Dataset records:

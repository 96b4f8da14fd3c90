import { createRequire } from 'node:module';
import path from 'node:path';
import type * as NapiCanvas from '@napi-rs/canvas';
import { addScriptFallback } from './pdf-script-text';
import { needsScriptFonts, SCRIPT_FONTS } from './script-fonts';

/**
 * The shipped Source Sans 3 faces for server-side rendering: @napi-rs/canvas stills use the web
 * app's own files (@fontsource/source-sans-3), pdfkit documents the complete family (npm
 * `source-sans`); both fall back to bundled faces for Hebrew, Arabic, Chinese and Japanese
 * (`script-fonts.ts`). Never a CDN font, so a still or PDF looks the same on every machine.
 */
const require = createRequire(import.meta.url);
const filesDir = path.join(path.dirname(require.resolve('@fontsource/source-sans-3/package.json')), 'files');

/** One web subset of a face, WOFF: both fontkit (pdfkit) and Skia (@napi-rs/canvas) read it. */
function face(weight: 400 | 600 | 700, style: 'normal' | 'italic' = 'normal', subset = 'latin'): string {
  return path.join(filesDir, `source-sans-3-${subset}-${weight}-${style}.woff`);
}

/** The four faces stills and clips use (regular, semibold, bold, italic) of one subset. */
const subsetFaces = (subset: string) => [
  face(400, 'normal', subset),
  face(600, 'normal', subset),
  face(700, 'normal', subset),
  face(400, 'italic', subset),
];

/** The web app's Latin-subset faces by role (what stills draw with). */
export const FONT_FILES = {
  regular: face(400),
  semibold: face(600),
  bold: face(700),
  italic: face(400, 'italic'),
} as const;

/**
 * The web app's other Source Sans 3 subsets, each a family of its own right after the Latin one in
 * {@link CANVAS_FONT_STACK}: accented Latin (Ł, ğ, ő), Greek and Cyrillic letters of captions and
 * names are drawn with them, the same on every machine, instead of a system font that has them (a
 * bare machine drew boxes). Latin text keeps the Latin subset's exact pixels (the first family has it).
 */
const SUBSET_FAMILIES = ['latin-ext', 'greek', 'greek-ext', 'cyrillic', 'cyrillic-ext'].map((subset) => ({
  family: `Source Sans 3 ${subset}`,
  files: subsetFaces(subset),
}));

/**
 * The complete Source Sans 3 faces (npm `source-sans`, Adobe's release, TrueType) by role, for PDFs:
 * the web subsets lack signs a document prints (≥, ≤, →) and letters of names outside basic Latin
 * (Ł, ğ, Greek, Cyrillic); pdfkit embeds only the glyphs a document uses.
 */
const fullDir = path.join(path.dirname(require.resolve('source-sans/package.json')), 'TTF');
export const PDF_FONT_FILES = {
  regular: path.join(fullDir, 'SourceSans3-Regular.ttf'),
  semibold: path.join(fullDir, 'SourceSans3-Semibold.ttf'),
  bold: path.join(fullDir, 'SourceSans3-Bold.ttf'),
  italic: path.join(fullDir, 'SourceSans3-It.ttf'),
} as const;

/** The CSS family name the overlay asks for (matches `DEFAULT_OVERLAY_FONT`). */
export const CANVAS_FONT_FAMILY = 'Source Sans 3';

/**
 * The family list stills and clips draw with: Source Sans 3 (Latin, then its accented Latin, Greek and
 * Cyrillic subsets), then the bundled Hebrew, Arabic and CJK faces ({@link SCRIPT_FONTS}) for the characters it lacks. Skia picks the face per character and lays
 * right-to-left text out by the bidi algorithm itself; never a system font.
 */
export const CANVAS_FONT_STACK = [CANVAS_FONT_FAMILY, ...SUBSET_FAMILIES.map((f) => f.family), ...SCRIPT_FONTS.map((f) => f.name)]
  .map((f) => `"${f}"`)
  .join(', ');

/** Every bundled family of {@link CANVAS_FONT_STACK} with its files (the script faces registered on first need). */
export const CANVAS_FACES: readonly { family: string; files: readonly string[] }[] = [
  { family: CANVAS_FONT_FAMILY, files: Object.values(FONT_FILES) },
  ...SUBSET_FAMILIES,
  ...SCRIPT_FONTS.map((f) => ({ family: f.name, files: [...new Set([f.regular, f.bold])] })),
];

let canvasModule: Promise<typeof NapiCanvas> | undefined;
let scriptFontsRegistered = false;

/**
 * @napi-rs/canvas with the Source Sans 3 faces registered, loaded on first use: Skia stays out of the
 * memory of a server that has drawn nothing yet (an idle web process, one receiving uploads). When one of
 * `texts` (captions, headings) needs them, the script faces are registered too, once per process.
 */
export async function loadCanvas(texts: Iterable<string> = []): Promise<typeof NapiCanvas> {
  canvasModule ??= import('@napi-rs/canvas').then((canvas) => {
    for (const file of Object.values(FONT_FILES)) canvas.GlobalFonts.registerFromPath(file, CANVAS_FONT_FAMILY);
    for (const f of SUBSET_FAMILIES) for (const file of f.files) canvas.GlobalFonts.registerFromPath(file, f.family);
    return canvas;
  });
  const canvas = await canvasModule;
  if (!scriptFontsRegistered && [...texts].some(needsScriptFonts)) {
    for (const f of SCRIPT_FONTS) for (const file of new Set([f.regular, f.bold])) canvas.GlobalFonts.registerFromPath(file, f.name);
    scriptFontsRegistered = true;
  }
  return canvas;
}

/** Registers the complete faces ({@link PDF_FONT_FILES}) on a pdfkit document as `regular`, `semibold`, `bold`, `italic`. */
export function registerPdfFonts(doc: { registerFont(name: string, src: string): unknown }): void {
  for (const [name, file] of Object.entries(PDF_FONT_FILES)) doc.registerFont(name, file);
}

/**
 * Once a burst of drawing is over: empties Skia's caches (glyphs, typefaces' scaler data, decoded
 * images) and, when the process allows it (`--expose-gc`, which `npm start` sets), runs one full
 * garbage collection, so the canvases and image buffers the last stills and summaries left behind
 * are freed now rather than whenever the heap next fills. The next drawing fills the caches again.
 * Nothing happens when nothing was drawn.
 */
export async function releaseDrawingMemory(): Promise<void> {
  if (!canvasModule && !pdfkitModule) return;
  (await canvasModule)?.clearAllCache();
  (globalThis as { gc?: () => void }).gc?.();
}

const importPdfKit = () => import('pdfkit');
let pdfkitModule: ReturnType<typeof importPdfKit> | undefined;

/**
 * A new pdfkit document with the complete faces registered ({@link registerPdfFonts}) and the bundled
 * faces for Chinese, Japanese, Hebrew and Arabic as fallbacks ({@link addScriptFallback}); pdfkit and fontkit are
 * loaded on first use, so a server that has printed nothing yet does not hold them.
 */
export async function newPdfDocument(options: PDFKit.PDFDocumentOptions): Promise<PDFKit.PDFDocument> {
  pdfkitModule ??= importPdfKit();
  const { default: PDFDocument } = await pdfkitModule;
  const doc = new PDFDocument(options);
  registerPdfFonts(doc);
  addScriptFallback(doc);
  return doc;
}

Aim of the task:
The response has to give back every record verbatim.

Answer to this task:
repository 96b4f8da14fd3c90
import { createRequire } from 'node:module';
import path from 'node:path';
import type * as NapiCanvas from '@napi-rs/canvas';
import { addScriptFallback } from './pdf-script-text';
import { needsScriptFonts, SCRIPT_FONTS } from './script-fonts';

/**
 * The shipped Source Sans 3 faces for server-side rendering: @napi-rs/canvas stills use the web
 * app's own files (@fontsource/source-sans-3), pdfkit documents the complete family (npm
 * `source-sans`); both fall back to bundled faces for Hebrew, Arabic, Chinese and Japanese
 * (`script-fonts.ts`). Never a CDN font, so a still or PDF looks the same on every machine.
 */
const require = createRequire(import.meta.url);
const filesDir = path.join(path.dirname(require.resolve('@fontsource/source-sans-3/package.json')), 'files');

/** One web subset of a face, WOFF: both fontkit (pdfkit) and Skia (@napi-rs/canvas) read it. */
function face(weight: 400 | 600 | 700, style: 'normal' | 'italic' = 'normal', subset = 'latin'): string {
  return path.join(filesDir, `source-sans-3-${subset}-${weight}-${style}.woff`);
}

/** The four faces stills and clips use (regular, semibold, bold, italic) of one subset. */
const subsetFaces = (subset: string) => [
  face(400, 'normal', subset),
  face(600, 'normal', subset),
  face(700, 'normal', subset),
  face(400, 'italic', subset),
];

/** The web app's Latin-subset faces by role (what stills draw with). */
export const FONT_FILES = {
  regular: face(400),
  semibold: face(600),
  bold: face(700),
  italic: face(400, 'italic'),
} as const;

/**
 * The web app's other Source Sans 3 subsets, each a family of its own right after the Latin one in
 * {@link CANVAS_FONT_STACK}: accented Latin (Ł, ğ, ő), Greek and Cyrillic letters of captions and
 * names are drawn with them, the same on every machine, instead of a system font that has them (a
 * bare machine drew boxes). Latin text keeps the Latin subset's exact pixels (the first family has it).
 */
const SUBSET_FAMILIES = ['latin-ext', 'greek', 'greek-ext', 'cyrillic', 'cyrillic-ext'].map((subset) => ({
  family: `Source Sans 3 ${subset}`,
  files: subsetFaces(subset),
}));

/**
 * The complete Source Sans 3 faces (npm `source-sans`, Adobe's release, TrueType) by role, for PDFs:
 * the web subsets lack signs a document prints (≥, ≤, →) and letters of names outside basic Latin
 * (Ł, ğ, Greek, Cyrillic); pdfkit embeds only the glyphs a document uses.
 */
const fullDir = path.join(path.dirname(require.resolve('source-sans/package.json')), 'TTF');
export const PDF_FONT_FILES = {
  regular: path.join(fullDir, 'SourceSans3-Regular.ttf'),
  semibold: path.join(fullDir, 'SourceSans3-Semibold.ttf'),
  bold: path.join(fullDir, 'SourceSans3-Bold.ttf'),
  italic: path.join(fullDir, 'SourceSans3-It.ttf'),
} as const;

/** The CSS family name the overlay asks for (matches `DEFAULT_OVERLAY_FONT`). */
export const CANVAS_FONT_FAMILY = 'Source Sans 3';

/**
 * The family list stills and clips draw with: Source Sans 3 (Latin, then its accented Latin, Greek and
 * Cyrillic subsets), then the bundled Hebrew, Arabic and CJK faces ({@link SCRIPT_FONTS}) for the characters it lacks. Skia picks the face per character and lays
 * right-to-left text out by the bidi algorithm itself; never a system font.
 */
export const CANVAS_FONT_STACK = [CANVAS_FONT_FAMILY, ...SUBSET_FAMILIES.map((f) => f.family), ...SCRIPT_FONTS.map((f) => f.name)]
  .map((f) => `"${f}"`)
  .join(', ');

/** Every bundled family of {@link CANVAS_FONT_STACK} with its files (the script faces registered on first need). */
export const CANVAS_FACES: readonly { family: string; files: readonly string[] }[] = [
  { family: CANVAS_FONT_FAMILY, files: Object.values(FONT_FILES) },
  ...SUBSET_FAMILIES,
  ...SCRIPT_FONTS.map((f) => ({ family: f.name, files: [...new Set([f.regular, f.bold])] })),
];

let canvasModule: Promise<typeof NapiCanvas> | undefined;
let scriptFontsRegistered = false;

/**
 * @napi-rs/canvas with the Source Sans 3 faces registered, loaded on first use: Skia stays out of the
 * memory of a server that has drawn nothing yet (an idle web process, one receiving uploads). When one of
 * `texts` (captions, headings) needs them, the script faces are registered too, once per process.
 */
export async function loadCanvas(texts: Iterable<string> = []): Promise<typeof NapiCanvas> {
  canvasModule ??= import('@napi-rs/canvas').then((canvas) => {
    for (const file of Object.values(FONT_FILES)) canvas.GlobalFonts.registerFromPath(file, CANVAS_FONT_FAMILY);
    for (const f of SUBSET_FAMILIES) for (const file of f.files) canvas.GlobalFonts.registerFromPath(file, f.family);
    return canvas;
  });
  const canvas = await canvasModule;
  if (!scriptFontsRegistered && [...texts].some(needsScriptFonts)) {
    for (const f of SCRIPT_FONTS) for (const file of new Set([f.regular, f.bold])) canvas.GlobalFonts.registerFromPath(file, f.name);
    scriptFontsRegistered = true;
  }
  return canvas;
}

/** Registers the complete faces ({@link PDF_FONT_FILES}) on a pdfkit document as `regular`, `semibold`, `bold`, `italic`. */
export function registerPdfFonts(doc: { registerFont(name: string, src: string): unknown }): void {
  for (const [name, file] of Object.entries(PDF_FONT_FILES)) doc.registerFont(name, file);
}

/**
 * Once a burst of drawing is over: empties Skia's caches (glyphs, typefaces' scaler data, decoded
 * images) and, when the process allows it (`--expose-gc`, which `npm start` sets), runs one full
 * garbage collection, so the canvases and image buffers the last stills and summaries left behind
 * are freed now rather than whenever the heap next fills. The next drawing fills the caches again.
 * Nothing happens when nothing was drawn.
 */
export async function releaseDrawingMemory(): Promise<void> {
  if (!canvasModule && !pdfkitModule) return;
  (await canvasModule)?.clearAllCache();
  (globalThis as { gc?: () => void }).gc?.();
}

const importPdfKit = () => import('pdfkit');
let pdfkitModule: ReturnType<typeof importPdfKit> | undefined;

/**
 * A new pdfkit document with the complete faces registered ({@link registerPdfFonts}) and the bundled
 * faces for Chinese, Japanese, Hebrew and Arabic as fallbacks ({@link addScriptFallback}); pdfkit and fontkit are
 * loaded on first use, so a server that has printed nothing yet does not hold them.
 */
export async function newPdfDocument(options: PDFKit.PDFDocumentOptions): Promise<PDFKit.PDFDocument> {
  pdfkitModule ??= importPdfKit();
  const { default: PDFDocument } = await pdfkitModule;
  const doc = new PDFDocument(options);
  registerPdfFonts(doc);
  addScriptFallback(doc);
  return doc;
}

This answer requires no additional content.